EXERCISE PROMPT - Among the lines below, take the one holding "def __init__(self, text: str, symbols: tuple[str, ...])", the one holding "def mistake(self) ->", and all lines between them. Set them down exactly.

RECORDS FOR THE TASK -
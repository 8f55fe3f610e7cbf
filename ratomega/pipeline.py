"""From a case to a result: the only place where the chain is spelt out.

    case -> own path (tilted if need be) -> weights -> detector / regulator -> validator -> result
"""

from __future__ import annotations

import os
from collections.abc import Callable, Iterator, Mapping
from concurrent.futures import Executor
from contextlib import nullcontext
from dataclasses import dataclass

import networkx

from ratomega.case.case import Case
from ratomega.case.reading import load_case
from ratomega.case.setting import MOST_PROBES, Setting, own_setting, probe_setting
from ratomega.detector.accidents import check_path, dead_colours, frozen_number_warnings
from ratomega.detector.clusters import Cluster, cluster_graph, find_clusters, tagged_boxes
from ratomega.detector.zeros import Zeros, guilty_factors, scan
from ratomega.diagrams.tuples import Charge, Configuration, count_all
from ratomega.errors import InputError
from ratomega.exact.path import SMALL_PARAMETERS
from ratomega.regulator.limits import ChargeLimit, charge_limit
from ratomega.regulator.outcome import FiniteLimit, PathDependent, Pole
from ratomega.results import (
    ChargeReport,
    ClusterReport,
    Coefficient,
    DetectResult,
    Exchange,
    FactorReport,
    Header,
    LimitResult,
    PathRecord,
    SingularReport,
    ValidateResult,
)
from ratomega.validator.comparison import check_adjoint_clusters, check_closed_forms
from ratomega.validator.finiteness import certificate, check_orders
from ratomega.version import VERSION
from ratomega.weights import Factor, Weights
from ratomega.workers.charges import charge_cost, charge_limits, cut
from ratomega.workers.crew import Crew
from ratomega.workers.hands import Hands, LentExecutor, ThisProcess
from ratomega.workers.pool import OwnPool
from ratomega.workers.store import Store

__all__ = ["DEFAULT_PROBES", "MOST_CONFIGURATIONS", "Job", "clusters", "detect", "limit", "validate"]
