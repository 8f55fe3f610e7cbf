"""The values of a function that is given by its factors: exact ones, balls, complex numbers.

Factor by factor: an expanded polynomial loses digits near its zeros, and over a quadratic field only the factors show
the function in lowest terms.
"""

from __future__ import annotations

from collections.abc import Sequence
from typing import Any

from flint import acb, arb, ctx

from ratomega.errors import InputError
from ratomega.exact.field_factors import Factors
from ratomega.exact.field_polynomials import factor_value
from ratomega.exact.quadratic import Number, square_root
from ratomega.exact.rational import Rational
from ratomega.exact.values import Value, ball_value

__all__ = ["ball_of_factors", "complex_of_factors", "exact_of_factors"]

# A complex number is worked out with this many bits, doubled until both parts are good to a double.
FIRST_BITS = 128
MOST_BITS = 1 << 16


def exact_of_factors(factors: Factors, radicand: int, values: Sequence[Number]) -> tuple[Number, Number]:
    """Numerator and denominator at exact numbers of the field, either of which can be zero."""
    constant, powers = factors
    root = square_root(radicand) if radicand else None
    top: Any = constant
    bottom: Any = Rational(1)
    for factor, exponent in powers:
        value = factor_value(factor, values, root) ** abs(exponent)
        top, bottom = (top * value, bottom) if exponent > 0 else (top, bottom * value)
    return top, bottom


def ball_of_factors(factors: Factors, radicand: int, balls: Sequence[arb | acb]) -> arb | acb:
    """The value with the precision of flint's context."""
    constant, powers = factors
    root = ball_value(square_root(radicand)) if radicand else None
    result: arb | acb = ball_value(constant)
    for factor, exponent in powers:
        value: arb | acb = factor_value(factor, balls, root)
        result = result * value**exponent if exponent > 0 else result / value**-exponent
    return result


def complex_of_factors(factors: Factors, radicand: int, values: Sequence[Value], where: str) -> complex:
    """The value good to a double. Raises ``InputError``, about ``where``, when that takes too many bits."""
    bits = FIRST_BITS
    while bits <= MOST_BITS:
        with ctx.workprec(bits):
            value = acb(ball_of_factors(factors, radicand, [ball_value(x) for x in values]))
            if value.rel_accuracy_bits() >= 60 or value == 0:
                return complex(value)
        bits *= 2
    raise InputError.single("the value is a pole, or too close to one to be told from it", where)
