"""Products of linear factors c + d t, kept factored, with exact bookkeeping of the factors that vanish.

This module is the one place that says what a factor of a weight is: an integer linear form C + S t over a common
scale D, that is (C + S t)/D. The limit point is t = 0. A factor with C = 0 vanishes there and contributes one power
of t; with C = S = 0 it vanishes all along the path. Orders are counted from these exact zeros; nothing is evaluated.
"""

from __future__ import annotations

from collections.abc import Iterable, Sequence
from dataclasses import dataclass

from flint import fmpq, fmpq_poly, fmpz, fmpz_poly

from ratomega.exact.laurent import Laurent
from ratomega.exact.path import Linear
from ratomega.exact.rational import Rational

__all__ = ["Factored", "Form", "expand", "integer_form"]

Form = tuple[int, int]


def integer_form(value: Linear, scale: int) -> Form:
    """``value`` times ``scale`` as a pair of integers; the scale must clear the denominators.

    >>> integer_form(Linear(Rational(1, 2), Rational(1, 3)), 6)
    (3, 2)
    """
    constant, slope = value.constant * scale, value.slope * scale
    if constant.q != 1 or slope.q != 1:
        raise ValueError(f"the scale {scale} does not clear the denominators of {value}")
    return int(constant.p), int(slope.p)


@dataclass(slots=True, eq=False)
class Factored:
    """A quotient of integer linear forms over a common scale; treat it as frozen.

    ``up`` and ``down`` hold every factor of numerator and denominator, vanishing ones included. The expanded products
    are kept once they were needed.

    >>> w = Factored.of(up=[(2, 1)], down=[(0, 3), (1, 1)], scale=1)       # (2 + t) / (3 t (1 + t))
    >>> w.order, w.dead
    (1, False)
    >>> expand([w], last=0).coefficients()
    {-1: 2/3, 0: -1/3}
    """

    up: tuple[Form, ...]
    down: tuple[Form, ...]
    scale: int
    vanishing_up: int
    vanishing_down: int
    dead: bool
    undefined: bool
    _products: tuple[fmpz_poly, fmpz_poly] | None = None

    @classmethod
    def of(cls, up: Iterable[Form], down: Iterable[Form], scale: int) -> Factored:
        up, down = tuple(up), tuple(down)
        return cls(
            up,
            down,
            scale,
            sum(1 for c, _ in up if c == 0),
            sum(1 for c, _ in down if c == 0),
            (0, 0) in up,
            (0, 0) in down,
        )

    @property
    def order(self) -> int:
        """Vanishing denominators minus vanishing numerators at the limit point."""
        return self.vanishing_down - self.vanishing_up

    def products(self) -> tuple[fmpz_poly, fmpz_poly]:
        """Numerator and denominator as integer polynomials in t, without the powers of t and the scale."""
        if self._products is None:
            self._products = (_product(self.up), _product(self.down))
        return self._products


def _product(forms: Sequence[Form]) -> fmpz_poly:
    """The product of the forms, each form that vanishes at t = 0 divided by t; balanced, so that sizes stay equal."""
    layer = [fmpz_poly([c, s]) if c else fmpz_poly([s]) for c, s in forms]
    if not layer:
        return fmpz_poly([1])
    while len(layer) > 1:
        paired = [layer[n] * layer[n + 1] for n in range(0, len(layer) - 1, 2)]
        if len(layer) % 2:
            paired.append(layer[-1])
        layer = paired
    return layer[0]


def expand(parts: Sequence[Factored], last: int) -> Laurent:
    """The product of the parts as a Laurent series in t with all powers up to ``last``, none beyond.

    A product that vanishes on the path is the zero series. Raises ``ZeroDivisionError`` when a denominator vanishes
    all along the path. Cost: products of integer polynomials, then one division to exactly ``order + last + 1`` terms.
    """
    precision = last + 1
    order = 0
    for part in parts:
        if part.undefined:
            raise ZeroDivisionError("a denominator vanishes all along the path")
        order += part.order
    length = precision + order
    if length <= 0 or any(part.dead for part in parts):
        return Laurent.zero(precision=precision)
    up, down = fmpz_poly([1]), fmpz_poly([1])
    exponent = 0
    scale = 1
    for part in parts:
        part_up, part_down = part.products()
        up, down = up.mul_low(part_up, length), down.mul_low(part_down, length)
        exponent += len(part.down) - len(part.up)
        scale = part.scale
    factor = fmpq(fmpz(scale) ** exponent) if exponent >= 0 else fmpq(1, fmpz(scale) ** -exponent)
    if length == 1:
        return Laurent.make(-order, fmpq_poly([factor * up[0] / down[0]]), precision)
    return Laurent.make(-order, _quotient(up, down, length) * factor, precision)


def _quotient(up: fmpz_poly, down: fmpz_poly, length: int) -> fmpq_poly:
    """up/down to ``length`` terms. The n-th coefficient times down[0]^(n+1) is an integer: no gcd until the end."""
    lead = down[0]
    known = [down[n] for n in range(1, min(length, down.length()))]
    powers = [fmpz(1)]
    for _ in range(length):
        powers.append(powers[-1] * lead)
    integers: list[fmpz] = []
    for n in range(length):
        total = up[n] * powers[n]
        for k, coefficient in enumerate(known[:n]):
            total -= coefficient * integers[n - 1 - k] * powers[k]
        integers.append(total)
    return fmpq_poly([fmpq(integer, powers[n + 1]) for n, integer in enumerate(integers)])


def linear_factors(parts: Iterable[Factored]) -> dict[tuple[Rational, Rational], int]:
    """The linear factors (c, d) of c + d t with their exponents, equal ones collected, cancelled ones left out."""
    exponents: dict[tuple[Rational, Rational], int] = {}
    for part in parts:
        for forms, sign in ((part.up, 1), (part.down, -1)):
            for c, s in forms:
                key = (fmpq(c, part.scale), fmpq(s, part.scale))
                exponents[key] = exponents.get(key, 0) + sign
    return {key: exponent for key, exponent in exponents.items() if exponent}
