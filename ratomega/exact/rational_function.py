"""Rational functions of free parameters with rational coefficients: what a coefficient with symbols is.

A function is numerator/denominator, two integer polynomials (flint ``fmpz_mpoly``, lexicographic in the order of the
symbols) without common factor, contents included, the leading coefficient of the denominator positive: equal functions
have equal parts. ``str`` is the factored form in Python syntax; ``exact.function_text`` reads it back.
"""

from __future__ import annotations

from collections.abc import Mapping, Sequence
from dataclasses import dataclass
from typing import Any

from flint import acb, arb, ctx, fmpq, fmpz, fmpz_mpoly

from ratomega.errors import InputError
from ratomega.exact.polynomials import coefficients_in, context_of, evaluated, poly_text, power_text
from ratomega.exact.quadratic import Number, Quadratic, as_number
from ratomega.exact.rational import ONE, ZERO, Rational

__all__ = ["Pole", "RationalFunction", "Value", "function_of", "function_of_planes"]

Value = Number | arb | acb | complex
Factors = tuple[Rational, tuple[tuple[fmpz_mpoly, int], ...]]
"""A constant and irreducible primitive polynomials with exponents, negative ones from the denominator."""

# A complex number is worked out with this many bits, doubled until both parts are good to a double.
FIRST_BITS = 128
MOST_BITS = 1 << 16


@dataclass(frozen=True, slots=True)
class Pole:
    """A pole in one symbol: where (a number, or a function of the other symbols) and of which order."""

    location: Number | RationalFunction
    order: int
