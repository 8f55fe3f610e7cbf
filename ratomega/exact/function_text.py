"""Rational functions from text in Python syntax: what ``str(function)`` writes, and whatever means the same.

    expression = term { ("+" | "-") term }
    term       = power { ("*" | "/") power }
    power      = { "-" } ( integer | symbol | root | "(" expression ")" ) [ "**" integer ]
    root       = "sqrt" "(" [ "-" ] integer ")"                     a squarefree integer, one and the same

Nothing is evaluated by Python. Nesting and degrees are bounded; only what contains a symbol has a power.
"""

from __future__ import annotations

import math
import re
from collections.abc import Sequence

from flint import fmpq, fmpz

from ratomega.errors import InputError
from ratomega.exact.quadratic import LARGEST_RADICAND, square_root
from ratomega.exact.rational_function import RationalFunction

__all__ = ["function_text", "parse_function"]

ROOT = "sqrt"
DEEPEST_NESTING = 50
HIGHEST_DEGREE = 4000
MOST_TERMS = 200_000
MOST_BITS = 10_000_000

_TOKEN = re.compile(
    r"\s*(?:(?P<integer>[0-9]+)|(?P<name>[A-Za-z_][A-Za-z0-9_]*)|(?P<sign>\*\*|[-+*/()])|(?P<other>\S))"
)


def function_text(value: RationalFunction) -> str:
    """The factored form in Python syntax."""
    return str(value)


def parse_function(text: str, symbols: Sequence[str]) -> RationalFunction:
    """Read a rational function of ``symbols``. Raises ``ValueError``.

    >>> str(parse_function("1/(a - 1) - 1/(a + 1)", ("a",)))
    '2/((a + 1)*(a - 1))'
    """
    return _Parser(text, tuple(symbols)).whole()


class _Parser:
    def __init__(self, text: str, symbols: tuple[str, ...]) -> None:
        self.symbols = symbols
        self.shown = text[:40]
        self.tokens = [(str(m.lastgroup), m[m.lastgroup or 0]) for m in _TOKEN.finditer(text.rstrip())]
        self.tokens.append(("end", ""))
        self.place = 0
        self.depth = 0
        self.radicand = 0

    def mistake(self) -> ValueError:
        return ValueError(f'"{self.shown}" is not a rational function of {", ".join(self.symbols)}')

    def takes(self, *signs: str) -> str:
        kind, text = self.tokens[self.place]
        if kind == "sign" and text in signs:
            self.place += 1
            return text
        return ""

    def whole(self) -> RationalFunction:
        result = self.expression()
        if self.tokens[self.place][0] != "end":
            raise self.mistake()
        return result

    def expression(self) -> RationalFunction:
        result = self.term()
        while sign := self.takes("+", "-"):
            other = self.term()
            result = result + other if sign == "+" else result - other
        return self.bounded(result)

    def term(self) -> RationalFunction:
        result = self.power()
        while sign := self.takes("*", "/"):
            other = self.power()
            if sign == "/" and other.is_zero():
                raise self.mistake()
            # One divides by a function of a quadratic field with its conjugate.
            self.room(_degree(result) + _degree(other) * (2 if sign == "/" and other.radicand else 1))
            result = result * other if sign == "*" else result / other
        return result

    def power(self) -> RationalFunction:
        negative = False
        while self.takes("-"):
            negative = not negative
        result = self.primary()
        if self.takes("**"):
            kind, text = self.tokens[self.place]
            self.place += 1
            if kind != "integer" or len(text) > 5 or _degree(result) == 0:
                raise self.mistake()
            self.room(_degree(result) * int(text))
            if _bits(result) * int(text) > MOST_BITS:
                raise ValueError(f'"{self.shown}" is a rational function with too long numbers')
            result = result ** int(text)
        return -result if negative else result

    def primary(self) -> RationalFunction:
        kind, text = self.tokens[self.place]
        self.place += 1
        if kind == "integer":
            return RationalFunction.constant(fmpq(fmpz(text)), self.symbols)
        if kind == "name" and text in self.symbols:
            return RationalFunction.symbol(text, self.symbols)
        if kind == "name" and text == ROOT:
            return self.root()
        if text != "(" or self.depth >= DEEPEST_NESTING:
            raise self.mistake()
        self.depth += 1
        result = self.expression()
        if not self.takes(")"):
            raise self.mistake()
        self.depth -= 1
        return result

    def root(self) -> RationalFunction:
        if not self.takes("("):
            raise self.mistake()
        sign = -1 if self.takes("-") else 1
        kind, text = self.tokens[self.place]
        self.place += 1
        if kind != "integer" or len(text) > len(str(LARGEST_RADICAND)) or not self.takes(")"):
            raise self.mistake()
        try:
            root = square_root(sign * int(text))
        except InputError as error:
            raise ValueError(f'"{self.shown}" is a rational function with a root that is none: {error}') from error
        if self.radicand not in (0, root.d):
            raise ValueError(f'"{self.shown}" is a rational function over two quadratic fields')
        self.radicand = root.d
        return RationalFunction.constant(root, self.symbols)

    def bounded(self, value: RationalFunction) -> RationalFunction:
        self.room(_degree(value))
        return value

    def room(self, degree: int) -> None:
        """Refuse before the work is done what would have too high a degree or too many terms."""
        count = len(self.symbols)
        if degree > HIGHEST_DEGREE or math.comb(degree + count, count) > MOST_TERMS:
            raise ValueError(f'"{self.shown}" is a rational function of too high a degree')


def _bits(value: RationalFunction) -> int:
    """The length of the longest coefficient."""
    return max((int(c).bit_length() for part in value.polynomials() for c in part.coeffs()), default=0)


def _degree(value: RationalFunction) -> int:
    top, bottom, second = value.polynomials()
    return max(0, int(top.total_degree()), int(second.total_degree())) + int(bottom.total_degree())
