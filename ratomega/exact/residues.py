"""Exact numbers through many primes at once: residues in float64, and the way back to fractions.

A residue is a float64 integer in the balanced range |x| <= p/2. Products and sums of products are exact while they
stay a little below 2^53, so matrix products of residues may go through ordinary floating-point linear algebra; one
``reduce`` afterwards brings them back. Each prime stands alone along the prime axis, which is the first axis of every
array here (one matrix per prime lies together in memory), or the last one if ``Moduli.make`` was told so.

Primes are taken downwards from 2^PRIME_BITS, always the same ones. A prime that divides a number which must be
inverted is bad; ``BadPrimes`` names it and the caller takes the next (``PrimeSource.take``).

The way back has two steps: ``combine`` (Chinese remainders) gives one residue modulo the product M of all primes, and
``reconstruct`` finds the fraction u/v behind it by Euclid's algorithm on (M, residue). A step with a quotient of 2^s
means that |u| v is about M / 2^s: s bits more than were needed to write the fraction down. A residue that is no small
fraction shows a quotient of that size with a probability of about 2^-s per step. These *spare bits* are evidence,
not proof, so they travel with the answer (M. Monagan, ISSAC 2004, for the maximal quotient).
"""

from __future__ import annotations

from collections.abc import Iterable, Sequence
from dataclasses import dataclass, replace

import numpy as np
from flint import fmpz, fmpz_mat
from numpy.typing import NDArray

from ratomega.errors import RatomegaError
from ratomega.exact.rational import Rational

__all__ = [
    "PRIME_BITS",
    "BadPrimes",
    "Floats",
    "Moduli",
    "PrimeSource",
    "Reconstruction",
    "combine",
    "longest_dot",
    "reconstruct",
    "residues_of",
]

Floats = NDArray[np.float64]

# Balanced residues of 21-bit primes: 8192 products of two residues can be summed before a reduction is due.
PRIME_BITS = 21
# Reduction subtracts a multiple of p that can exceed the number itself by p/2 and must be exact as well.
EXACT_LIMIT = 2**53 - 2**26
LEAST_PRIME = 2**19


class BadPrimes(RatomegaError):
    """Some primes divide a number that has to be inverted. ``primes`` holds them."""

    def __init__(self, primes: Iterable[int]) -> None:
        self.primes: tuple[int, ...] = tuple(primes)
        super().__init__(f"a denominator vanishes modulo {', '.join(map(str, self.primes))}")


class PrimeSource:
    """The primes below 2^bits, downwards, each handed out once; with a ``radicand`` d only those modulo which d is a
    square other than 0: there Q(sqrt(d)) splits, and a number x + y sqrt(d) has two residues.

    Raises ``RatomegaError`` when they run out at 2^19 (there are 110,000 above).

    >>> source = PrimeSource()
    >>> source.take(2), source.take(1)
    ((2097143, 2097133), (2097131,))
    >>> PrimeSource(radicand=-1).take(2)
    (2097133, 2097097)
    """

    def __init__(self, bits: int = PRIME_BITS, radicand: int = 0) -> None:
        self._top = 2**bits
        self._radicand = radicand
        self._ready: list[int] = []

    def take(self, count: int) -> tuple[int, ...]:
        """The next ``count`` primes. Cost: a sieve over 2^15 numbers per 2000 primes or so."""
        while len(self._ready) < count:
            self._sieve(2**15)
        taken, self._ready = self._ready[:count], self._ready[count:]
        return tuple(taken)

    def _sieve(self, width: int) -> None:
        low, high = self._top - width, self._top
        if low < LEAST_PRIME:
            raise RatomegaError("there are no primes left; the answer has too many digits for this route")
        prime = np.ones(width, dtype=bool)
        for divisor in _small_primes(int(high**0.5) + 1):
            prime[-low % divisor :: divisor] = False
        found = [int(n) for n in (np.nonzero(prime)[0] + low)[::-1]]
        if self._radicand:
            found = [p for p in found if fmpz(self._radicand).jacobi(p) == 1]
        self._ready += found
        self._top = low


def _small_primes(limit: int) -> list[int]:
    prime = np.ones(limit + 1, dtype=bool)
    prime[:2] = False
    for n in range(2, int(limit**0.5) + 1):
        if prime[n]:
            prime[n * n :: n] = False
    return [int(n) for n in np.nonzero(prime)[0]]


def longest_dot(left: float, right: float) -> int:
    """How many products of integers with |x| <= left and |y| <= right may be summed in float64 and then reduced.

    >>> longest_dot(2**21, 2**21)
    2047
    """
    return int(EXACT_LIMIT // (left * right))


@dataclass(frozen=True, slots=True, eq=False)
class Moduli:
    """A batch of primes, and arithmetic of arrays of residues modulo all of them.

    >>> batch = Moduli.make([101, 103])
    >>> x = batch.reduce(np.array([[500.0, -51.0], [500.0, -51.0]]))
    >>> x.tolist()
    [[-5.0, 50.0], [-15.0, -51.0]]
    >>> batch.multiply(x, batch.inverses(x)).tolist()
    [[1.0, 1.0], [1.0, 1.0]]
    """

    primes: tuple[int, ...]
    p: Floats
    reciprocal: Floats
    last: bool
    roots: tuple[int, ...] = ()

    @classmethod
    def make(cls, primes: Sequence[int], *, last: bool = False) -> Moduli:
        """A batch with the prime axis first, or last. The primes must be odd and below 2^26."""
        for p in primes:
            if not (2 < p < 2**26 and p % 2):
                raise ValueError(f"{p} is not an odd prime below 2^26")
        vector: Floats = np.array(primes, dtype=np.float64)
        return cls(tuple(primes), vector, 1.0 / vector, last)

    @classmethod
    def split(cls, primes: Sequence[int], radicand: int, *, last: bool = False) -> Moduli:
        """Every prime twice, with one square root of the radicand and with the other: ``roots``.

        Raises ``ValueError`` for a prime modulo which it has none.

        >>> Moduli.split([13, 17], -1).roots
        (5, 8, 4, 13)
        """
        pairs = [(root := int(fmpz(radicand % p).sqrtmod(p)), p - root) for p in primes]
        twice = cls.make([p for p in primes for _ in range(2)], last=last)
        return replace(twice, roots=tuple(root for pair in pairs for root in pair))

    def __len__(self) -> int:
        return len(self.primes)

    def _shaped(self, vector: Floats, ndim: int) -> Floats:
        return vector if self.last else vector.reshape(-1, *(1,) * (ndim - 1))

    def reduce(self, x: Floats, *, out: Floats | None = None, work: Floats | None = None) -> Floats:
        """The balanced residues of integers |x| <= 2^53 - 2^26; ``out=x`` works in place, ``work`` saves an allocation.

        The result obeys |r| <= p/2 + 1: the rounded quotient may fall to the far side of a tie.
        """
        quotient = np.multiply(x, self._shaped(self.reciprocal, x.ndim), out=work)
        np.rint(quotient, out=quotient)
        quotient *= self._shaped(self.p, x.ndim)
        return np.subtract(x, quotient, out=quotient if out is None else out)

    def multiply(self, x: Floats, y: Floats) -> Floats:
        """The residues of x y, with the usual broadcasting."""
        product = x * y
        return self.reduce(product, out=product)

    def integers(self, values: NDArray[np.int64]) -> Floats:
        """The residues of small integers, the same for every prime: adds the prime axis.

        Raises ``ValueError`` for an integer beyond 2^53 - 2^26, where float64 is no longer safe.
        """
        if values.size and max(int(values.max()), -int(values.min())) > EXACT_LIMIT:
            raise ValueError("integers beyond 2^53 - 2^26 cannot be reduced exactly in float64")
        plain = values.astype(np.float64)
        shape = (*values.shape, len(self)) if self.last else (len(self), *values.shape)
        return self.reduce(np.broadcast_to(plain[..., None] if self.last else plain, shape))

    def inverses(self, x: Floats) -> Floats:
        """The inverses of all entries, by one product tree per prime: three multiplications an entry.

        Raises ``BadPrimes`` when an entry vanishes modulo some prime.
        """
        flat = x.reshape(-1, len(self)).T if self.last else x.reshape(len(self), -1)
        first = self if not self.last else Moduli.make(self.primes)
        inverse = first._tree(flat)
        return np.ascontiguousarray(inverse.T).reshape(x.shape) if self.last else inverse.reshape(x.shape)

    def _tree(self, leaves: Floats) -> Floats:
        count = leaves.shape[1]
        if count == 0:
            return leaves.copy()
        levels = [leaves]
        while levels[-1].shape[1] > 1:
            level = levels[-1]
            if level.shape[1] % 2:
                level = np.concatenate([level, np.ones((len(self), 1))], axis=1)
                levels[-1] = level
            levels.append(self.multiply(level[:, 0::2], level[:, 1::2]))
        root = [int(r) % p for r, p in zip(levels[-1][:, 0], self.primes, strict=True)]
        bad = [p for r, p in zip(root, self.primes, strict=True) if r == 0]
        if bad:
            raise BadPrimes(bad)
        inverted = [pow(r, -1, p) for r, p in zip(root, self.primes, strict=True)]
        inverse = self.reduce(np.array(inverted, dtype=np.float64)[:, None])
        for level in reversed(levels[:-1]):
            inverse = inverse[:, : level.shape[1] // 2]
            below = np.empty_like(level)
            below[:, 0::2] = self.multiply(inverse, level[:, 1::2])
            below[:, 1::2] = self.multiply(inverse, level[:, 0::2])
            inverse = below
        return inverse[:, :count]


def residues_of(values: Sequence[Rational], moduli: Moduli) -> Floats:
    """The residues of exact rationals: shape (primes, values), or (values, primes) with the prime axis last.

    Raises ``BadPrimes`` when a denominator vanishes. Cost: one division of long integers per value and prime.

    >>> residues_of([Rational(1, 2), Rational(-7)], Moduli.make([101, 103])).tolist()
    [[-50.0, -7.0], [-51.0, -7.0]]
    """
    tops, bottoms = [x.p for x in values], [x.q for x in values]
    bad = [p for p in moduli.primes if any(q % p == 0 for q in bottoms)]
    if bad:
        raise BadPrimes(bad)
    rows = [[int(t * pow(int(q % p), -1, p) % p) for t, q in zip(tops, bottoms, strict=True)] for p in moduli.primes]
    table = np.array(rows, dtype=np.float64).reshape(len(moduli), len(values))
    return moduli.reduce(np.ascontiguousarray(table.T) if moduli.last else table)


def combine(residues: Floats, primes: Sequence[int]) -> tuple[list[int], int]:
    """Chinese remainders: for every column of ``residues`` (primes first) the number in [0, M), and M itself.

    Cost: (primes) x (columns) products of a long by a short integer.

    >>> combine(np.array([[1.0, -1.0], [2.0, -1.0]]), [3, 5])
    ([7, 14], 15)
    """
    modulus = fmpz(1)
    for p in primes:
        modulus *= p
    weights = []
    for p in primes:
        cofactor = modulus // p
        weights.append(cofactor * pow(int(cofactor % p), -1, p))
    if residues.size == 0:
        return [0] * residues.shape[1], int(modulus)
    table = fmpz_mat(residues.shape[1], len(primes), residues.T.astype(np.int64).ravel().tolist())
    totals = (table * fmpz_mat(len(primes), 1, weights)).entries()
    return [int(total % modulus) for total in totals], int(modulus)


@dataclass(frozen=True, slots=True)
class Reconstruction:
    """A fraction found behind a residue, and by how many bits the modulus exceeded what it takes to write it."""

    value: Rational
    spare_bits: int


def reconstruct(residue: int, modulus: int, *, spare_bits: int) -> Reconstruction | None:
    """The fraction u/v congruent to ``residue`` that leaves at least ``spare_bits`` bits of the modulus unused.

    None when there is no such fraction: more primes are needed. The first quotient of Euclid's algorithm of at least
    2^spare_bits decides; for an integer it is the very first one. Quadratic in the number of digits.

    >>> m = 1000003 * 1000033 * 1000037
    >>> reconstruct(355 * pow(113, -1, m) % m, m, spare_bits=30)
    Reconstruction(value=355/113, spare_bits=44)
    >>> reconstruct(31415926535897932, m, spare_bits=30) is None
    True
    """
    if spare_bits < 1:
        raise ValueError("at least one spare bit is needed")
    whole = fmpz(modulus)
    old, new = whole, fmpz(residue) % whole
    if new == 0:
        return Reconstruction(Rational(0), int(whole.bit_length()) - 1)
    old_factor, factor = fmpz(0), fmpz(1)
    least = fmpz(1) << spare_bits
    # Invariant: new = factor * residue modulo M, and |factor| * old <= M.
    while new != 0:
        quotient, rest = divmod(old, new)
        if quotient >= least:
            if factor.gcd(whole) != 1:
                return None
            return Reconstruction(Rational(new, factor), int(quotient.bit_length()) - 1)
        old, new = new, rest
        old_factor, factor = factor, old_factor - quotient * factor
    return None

SOLUTION FOR THIS EXERCISE -
    def __init__(self, text: str, symbols: tuple[str, ...]) -> None:
        self.symbols = symbols
        self.shown = text[:40]
        self.tokens = [(str(m.lastgroup), m[m.lastgroup or 0]) for m in _TOKEN.finditer(text.rstrip())]
        self.tokens.append(("end", ""))
        self.place = 0
        self.depth = 0
        self.radicand = 0

    def mistake(self) -> ValueError:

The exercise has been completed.